The screenplay was written by director Matthew Vaughn and co-author Jane Goldman. Vaughn also direct and co-wrote with Goldman the fantasy flick ‘Stardust’. She is currently wrapping up the script for the next movie in the ‘X-Men franchise, ‘First Class’. Both are also rumored to be working on a sequel to this film. Their script here might seem like a harmless little comic book flick but it turned out that it stirred up more than a little controversy. Much of it has to do with the rather explicit portrayal of violence but even more is the fact that a sizable percentage of it is at the hands of a child; an eleven year old girl. The movie was well deserving of the ‘R’ rating provided by the MPAA with some in the camp that an NC-17 would have been more appropriate. I feel that more restrictive rating is overkill, no pun intended but parents would be wise to heed the constraints of a strong ‘R’. In many ways this film is reminiscent of the movie that began the career of Natalie Portman, ‘Leon’ or as the watered down American version was called ‘The Professional’. In it Portman play a prepubescent girl taken in by a professional killer who proceeds to teach her his trade. One thing about any art form, including cinema; those involved in its creation will push the limits. If you are offended then the way to express it is to not purchase a ticket, DVD or Blu-ray. The violence shown here is extreme but with the exception of the child in the middle of things, nothing that isn’t made worse in the regrettable torture oriented horror flicks. While I cannot condone what is presented here it is a valid expression and works as a parody of the violence depicted in many graphic novels. It is difficult to tell a story about vigilantism while keeping a moral high ground. If ‘Death Wish’ was about an under aged girl instead of an adult male you would wind up with something very close to what you have here.

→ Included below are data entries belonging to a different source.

*The minimum over a band is attained at the ends of the pieces.* C(n, p) changes its covering
run only where p crosses an endpoint. Between two consecutive endpoints t_i < t_{i+1} the run
a..b is fixed and C(p) = F(b; n, p) - F(a - 1; n, p). Since d F(k; n, p) / dp = -n b(k; n-1, p),

    C'(p) = n [b(a - 1; n - 1, p) - b(b; n - 1, p)],

and b(a - 1; n-1, p) / b(b; n-1, p) = [C(n-1, a-1) / C(n-1, b)] (q/p)^(b - a + 1) decreases
strictly in p, so C' changes sign at most once, from + to - (C is increasing, then decreasing;
for a = 0 it only decreases and for b = n it only increases). Hence C has no interior minimum on
a piece: its infimum over the open piece is min(C(t_i+), C(t_{i+1}-)), the one-sided limits. At a
jump the closed-interval indicators make C upper semicontinuous (C(t) >= both one-sided limits),
so the value at the jump never lowers the infimum. The exact infimum over p_lo <= p <= p_hi is the
smallest one-sided limit at the ends of the pieces; it may be approached and not attained.

References
----------
Brown, L. D., Cai, T. T. and DasGupta, A. (2001). Interval estimation for a binomial proportion.
Statistical Science 16(2), 101-133.
Newcombe, R. G. (1998). Two-sided confidence intervals for the single proportion: comparison of
seven methods. Statistics in Medicine 17, 857-872 (method 4).
Wilson, E. B. (1927). Probable inference, the law of succession, and statistical inference.
Journal of the American Statistical Association 22, 209-212.
Agresti, A. and Coull, B. A. (1998). Approximate is better than "exact" for interval estimation
of binomial proportions. The American Statistician 52, 119-126.
Clopper, C. J. and Pearson, E. S. (1934). The use of confidence or fiducial limits illustrated
in the case of the binomial. Biometrika 26, 404-413.
"""

from dataclasses import dataclass

import numpy as np
from scipy import special

try:
    # The ufuncs behind scipy.stats.binom (Boost), called directly as atlas.engine does.
    from scipy.special._ufuncs import _binom_cdf, _binom_pmf
except ImportError:  # pragma: no cover - a SciPy that has moved them
    from scipy import stats

    _binom_cdf, _binom_pmf = stats.binom.cdf, stats.binom.pmf

INTERVALS = (
    "wald",
    "wald_cc",
    "wilson",
    "wilson_cc",
    "agresti_coull",
    "jeffreys",
    "clopper_pearson",
)

# min_coverage evaluates the endpoints of every x that can cover a p of the band; beyond this
# many it refuses rather than fill the memory.
MAX_CANDIDATES = 50_000_000
# Up to this n, min_coverage finds the candidate x from all endpoints rather than by bisection.
_DIRECT_N = 4096


def _show(value):
    return repr(value.item() if isinstance(value, np.generic) else value)


def check_interval(interval):
    """Return ``interval`` if it names an interval, else raise ValueError listing them."""
    if not isinstance(interval, str) or interval not in INTERVALS:
        valid = ", ".join(repr(name) for name in INTERVALS)
        raise ValueError(f"`interval` must be one of {valid}; got {interval!r}.")
    return interval


def check_level(level):
    """Return ``level`` as a float in (0, 1), else raise ValueError naming it."""
    try:
        value = float(level)
    except (TypeError, ValueError):
        value = None
    if isinstance(level, bool) or value is None or not 0.0 < value < 1.0:
        raise ValueError(f"`level` must be in the open interval (0, 1); got {_show(level)}.")
    return value


def check_n(n, name="n"):
    """Return ``n`` as an int64 array of integers >= 1, else raise ValueError naming it."""
    arr = np.asarray(n)
    numeric = np.issubdtype(arr.dtype, np.integer) or np.issubdtype(arr.dtype, np.floating)
    if arr.dtype == bool or not numeric:
        raise ValueError(f"`{name}` must be an integer >= 1; got {_show(n)}.")
    flat = arr.ravel().astype(np.float64)
    bad = ~np.isfinite(flat) | (flat < 1) | (flat != np.round(flat)) | (flat > 1e15)
    if bad.any():
        raise ValueError(f"`{name}` must be an integer >= 1; got {_show(arr.ravel()[bad][0])}.")
    return arr.astype(np.int64)


def check_p(p, name="p"):
    """Return ``p`` as a float64 array in (0, 1), else raise ValueError naming it."""
    try:
        arr = np.asarray(p, dtype=np.float64)
    except (TypeError, ValueError):
        raise ValueError(f"`{name}` must be in the open interval (0, 1); got {_show(p)}.") from None
    if isinstance(p, bool) or np.asarray(p).dtype == bool:
        raise ValueError(f"`{name}` must be in the open interval (0, 1); got {_show(p)}.")
    flat = arr.ravel()
    bad = ~((flat > 0.0) & (flat < 1.0))
    if bad.any():
        raise ValueError(
            f"`{name}` must be in the open interval (0, 1); got {_show(flat[bad][0])}."
        )
    return arr


def z_value(level):
    """The (1 + level)/2 quantile of the standard normal.

    >>> round(z_value(0.95), 6)
    1.959964
    """
    return float(special.ndtri((1.0 + check_level(level)) / 2.0))


def _lower(x, n, interval, level):
    """lo(x) of ``interval`` for arrays x (0 <= x <= n) and n, as float64 (see the table)."""
    x = np.asarray(x, dtype=np.float64)
    n = np.asarray(n, dtype=np.float64)
    z = z_value(level)
    z2 = z * z
    with np.errstate(invalid="ignore", divide="ignore"):
        if interval in ("wald", "wald_cc"):
            ph = x / n
            lo = ph - z * np.sqrt(ph * (1.0 - ph) / n)
            return lo - 0.5 / n if interval == "wald_cc" else lo
        if interval == "wilson":
            ph = x / n
            centre = ph + z2 / (2.0 * n)
            half = z * np.sqrt(ph * (1.0 - ph) / n + z2 / (4.0 * n * n))
            return np.where(x == 0, 0.0, (centre - half) / (1.0 + z2 / n))
        if interval == "wilson_cc":
            # Newcombe (1998), method 4, with 4 p-hat (n q-hat + 1) = 4 x (n - x + 1) / n.
            root = np.sqrt(z2 - 2.0 - 1.0 / n + 4.0 * x * (n - x + 1.0) / n)
            lo = (2.0 * x + z2 - 1.0 - z * root) / (2.0 * (n + z2))
            return np.where(x == 0, 0.0, lo)
        if interval == "agresti_coull":
            nt = n + z2
            pt = (x + z2 / 2.0) / nt
            return pt - z * np.sqrt(pt * (1.0 - pt) / nt)
        alpha = (1.0 - level) / 2.0
        if interval == "jeffreys":
            lo = special.betaincinv(x + 0.5, n - x + 0.5, alpha)
        else:  # clopper_pearson
            lo = special.betaincinv(np.maximum(x, 1.0), n - x + 1.0, alpha)
        return np.where(x == 0, 0.0, lo)


def _upper(x, n, interval, level):
    """hi(x) of ``interval`` for arrays x (0 <= x <= n) and n, as float64 (see the table)."""
    x = np.asarray(x, dtype=np.float64)
    n = np.asarray(n, dtype=np.float64)
    z = z_value(level)
    z2 = z * z
    with np.errstate(invalid="ignore", divide="ignore"):
        if interval in ("wald", "wald_cc"):
            ph = x / n
            hi = ph + z * np.sqrt(ph * (1.0 - ph) / n)
            return hi + 0.5 / n if interval == "wald_cc" else hi
        if interval == "wilson":
            ph = x / n
            centre = ph + z2 / (2.0 * n)
            half = z * np.sqrt(ph * (1.0 - ph) / n + z2 / (4.0 * n * n))
            return np.where(x == n, 1.0, (centre + half) / (1.0 + z2 / n))
        if interval == "wilson_cc":
            # Newcombe (1998), method 4, with 4 p-hat (n q-hat - 1) = 4 x (n - x - 1) / n.
            root = np.sqrt(z2 + 2.0 - 1.0 / n + 4.0 * x * (n - x - 1.0) / n)
            hi = (2.0 * x + z2 + 1.0 + z * root) / (2.0 * (n + z2))
            return np.where(x == n, 1.0, hi)
        if interval == "agresti_coull":
            nt = n + z2
            pt = (x + z2 / 2.0) / nt
            return pt + z * np.sqrt(pt * (1.0 - pt) / nt)
        beta = (1.0 + level) / 2.0
        if interval == "jeffreys":
            hi = special.betaincinv(x + 0.5, n - x + 0.5, beta)
        else:  # clopper_pearson
            hi = special.betaincinv(x + 1.0, np.maximum(n - x, 1.0), beta)
        return np.where(x == n, 1.0, hi)


def interval_endpoints(n, *, interval="wald", level=0.95):
    """The interval [lo(x), hi(x)] for every x = 0..n.

    Parameters
    ----------
    n : int
        Number of trials, ``n >= 1``.
    interval : str
        One of :data:`INTERVALS`.
    level : float
        The nominal confidence level, ``0 < level < 1``.

    Returns
    -------
    lo, hi : numpy.ndarray
        float64 arrays of length n + 1, indexed by x; not clipped beyond the definitions (see
        the module's table).

    Examples
    --------
    >>> lo, hi = interval_endpoints(10, interval="wilson")
    >>> print(f"{lo[3]:.4f} {hi[3]:.4f}")
    0.1078 0.6032
    """
    n = _single_n(n)
    check_interval(interval)
    level = check_level(level)
    x = np.arange(n + 1, dtype=np.float64)
    return _lower(x, n, interval, level), _upper(x, n, interval, level)


def _single_n(n):
    arr = check_n(n)
    if arr.ndim:
        raise ValueError(f"`n` must be a single integer here; got shape {arr.shape}.")
    return int(arr)


def _initial_run(predicate, n):
    """The length of the initial run of x = 0..n where ``predicate(x)`` holds, by bisection.

    ``predicate`` is true on an initial run and false after it (the module's lemma), for each
    element of the array ``n``; it is evaluated at about log2(n) + 1 arrays of x.
    """
    true_at = np.full(n.shape, -1, dtype=np.int64)  # the largest x known to satisfy it
    false_at = n + 1  # the smallest x known not to
    while True:
        open_ = false_at - true_at > 1
        if not open_.any():
            return true_at + 1
        mid = (true_at + false_at) // 2
        probe = np.where(open_, mid, 0)
        holds = predicate(probe) & open_
        true_at = np.where(holds, mid, true_at)
        false_at = np.where(open_ & ~holds, mid, false_at)


def _run_mass(a, b, n, p):
    """P(a <= X <= b) for X ~ Bin(n, p), elementwise; 0 where the run a..b is empty."""
    upper = _binom_cdf(np.clip(b, 0, n), n, p)
    below = np.where(a >= 1, _binom_cdf(np.maximum(a - 1, 0), n, p), 0.0)
    return np.where(b >= a, upper - below, 0.0)


def covering_run(n, p, *, interval="wald", level=0.95):
    """The run of x whose interval covers p: (B, A) with B..A covering (empty when B > A).

    Parameters and broadcasting as :func:`coverage`.

    Returns
    -------
    first, last : numpy.ndarray
        int64 arrays: B(p), the smallest x with hi(x) >= p, and A(p), the largest x with
        lo(x) <= p.

    Examples
    --------
    >>> first, last = covering_run(20, 0.3, interval="wilson")
    >>> print(first, last)
    2 10
    """
    check_interval(interval)
    level = check_level(level)
    n, p = np.broadcast_arrays(check_n(n), check_p(p))
    last = _initial_run(lambda x: _lower(x, n, interval, level) <= p, n) - 1
    first = _initial_run(lambda x: _upper(x, n, interval, level) < p, n)
    return first, last


def coverage(n, p, *, interval="wald", level=0.95):
    """The coverage probability of a confidence interval for p at (n, p).

    Parameters
    ----------
    n : int or array_like of int
        Number of trials, ``n >= 1``.
    p : float or array_like of float
        The true success probability, ``0 < p < 1``; broadcast against ``n``.
    interval : str
        One of :data:`INTERVALS` (see the module's table).
    level : float
        The nominal confidence level, ``0 < level < 1``.

    Returns
    -------
    float or numpy.ndarray
        C(n, p) = sum over x of b(x; n, p) [lo(x) <= p <= hi(x)].

    Raises
    ------
    ValueError
        If an argument is out of its domain; the message names it.

    Notes
    -----
    Only the run of x that covers p is sought (by bisection, see the module's notes), so the cost
    grows as log(n): no endpoint of an x that cannot cover p is computed.

    Examples
    --------
    The nominal 95% Wald interval at p = 0.005 (Brown, Cai and DasGupta 2001, Example 1):

    >>> print(f"{coverage(591, 0.005):.3f} {coverage(592, 0.005):.3f}")
    0.945 0.792
    """
    first, last = covering_run(n, p, interval=interval, level=level)
    n, p = np.broadcast_arrays(check_n(n), check_p(p))
    result = _run_mass(first, last, n, p)
    return float(result) if result.ndim == 0 else result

Dave Lizewski (Aaron Johnson) is the stereotypical teen comic book nerd. He wonders about such strange things such as why no one ever decides to become a superhero. Dave concludes that although he lacks the ‘super’ aspect of the job description he wants to give it a shot. After donning a costume of his own design Dave attempts to foil a pair of thugs. Lamentably he is beaten to within an inch of his life, stabbed and hit by a car not to mention ridiculed for his outfit. After his recovery in the hospital the girl he is infatuated with, Katie Deauxma (Lyndsy Fonseca) is interested but only because she thinks he is gay and was raped by the thugs. One night Dave manages to help someone attacked by a group of toughs which shows up on the Net. Before he knows what is going on he has become an internet sensation, Kick-Ass. He sets up a MySpace page so people can contact him. Katie confides in Dave that a drug dealer is giving her trouble so he decides to intervene. Just as the drug dealer’s henchmen are about to get the best of him Kick-Ass is saved by an underage costumed crusader, Hit-Girl (Chloë Moretz) and her father, Big Daddy (Nicolas Cage). Consistent with the mythology embraced by many comic Kick-Ass’ archenemy is a former friend and hero, Red Mist (Christopher Mintz-Plasse) who ‘turns to the dark side’. The point made by many of the opponents of the film is valid. Hit Girl may not have seen the hormonal side of puberty yet but she racks up a formidable and gruesome body count. The thing is from a technical standpoint the film is well crafted. The pacing is impeccable; the exposition far above the norm for the genre and the acting is excellent. One point being made is the high level of violence prevalent in graphic novels and many movies currently popular.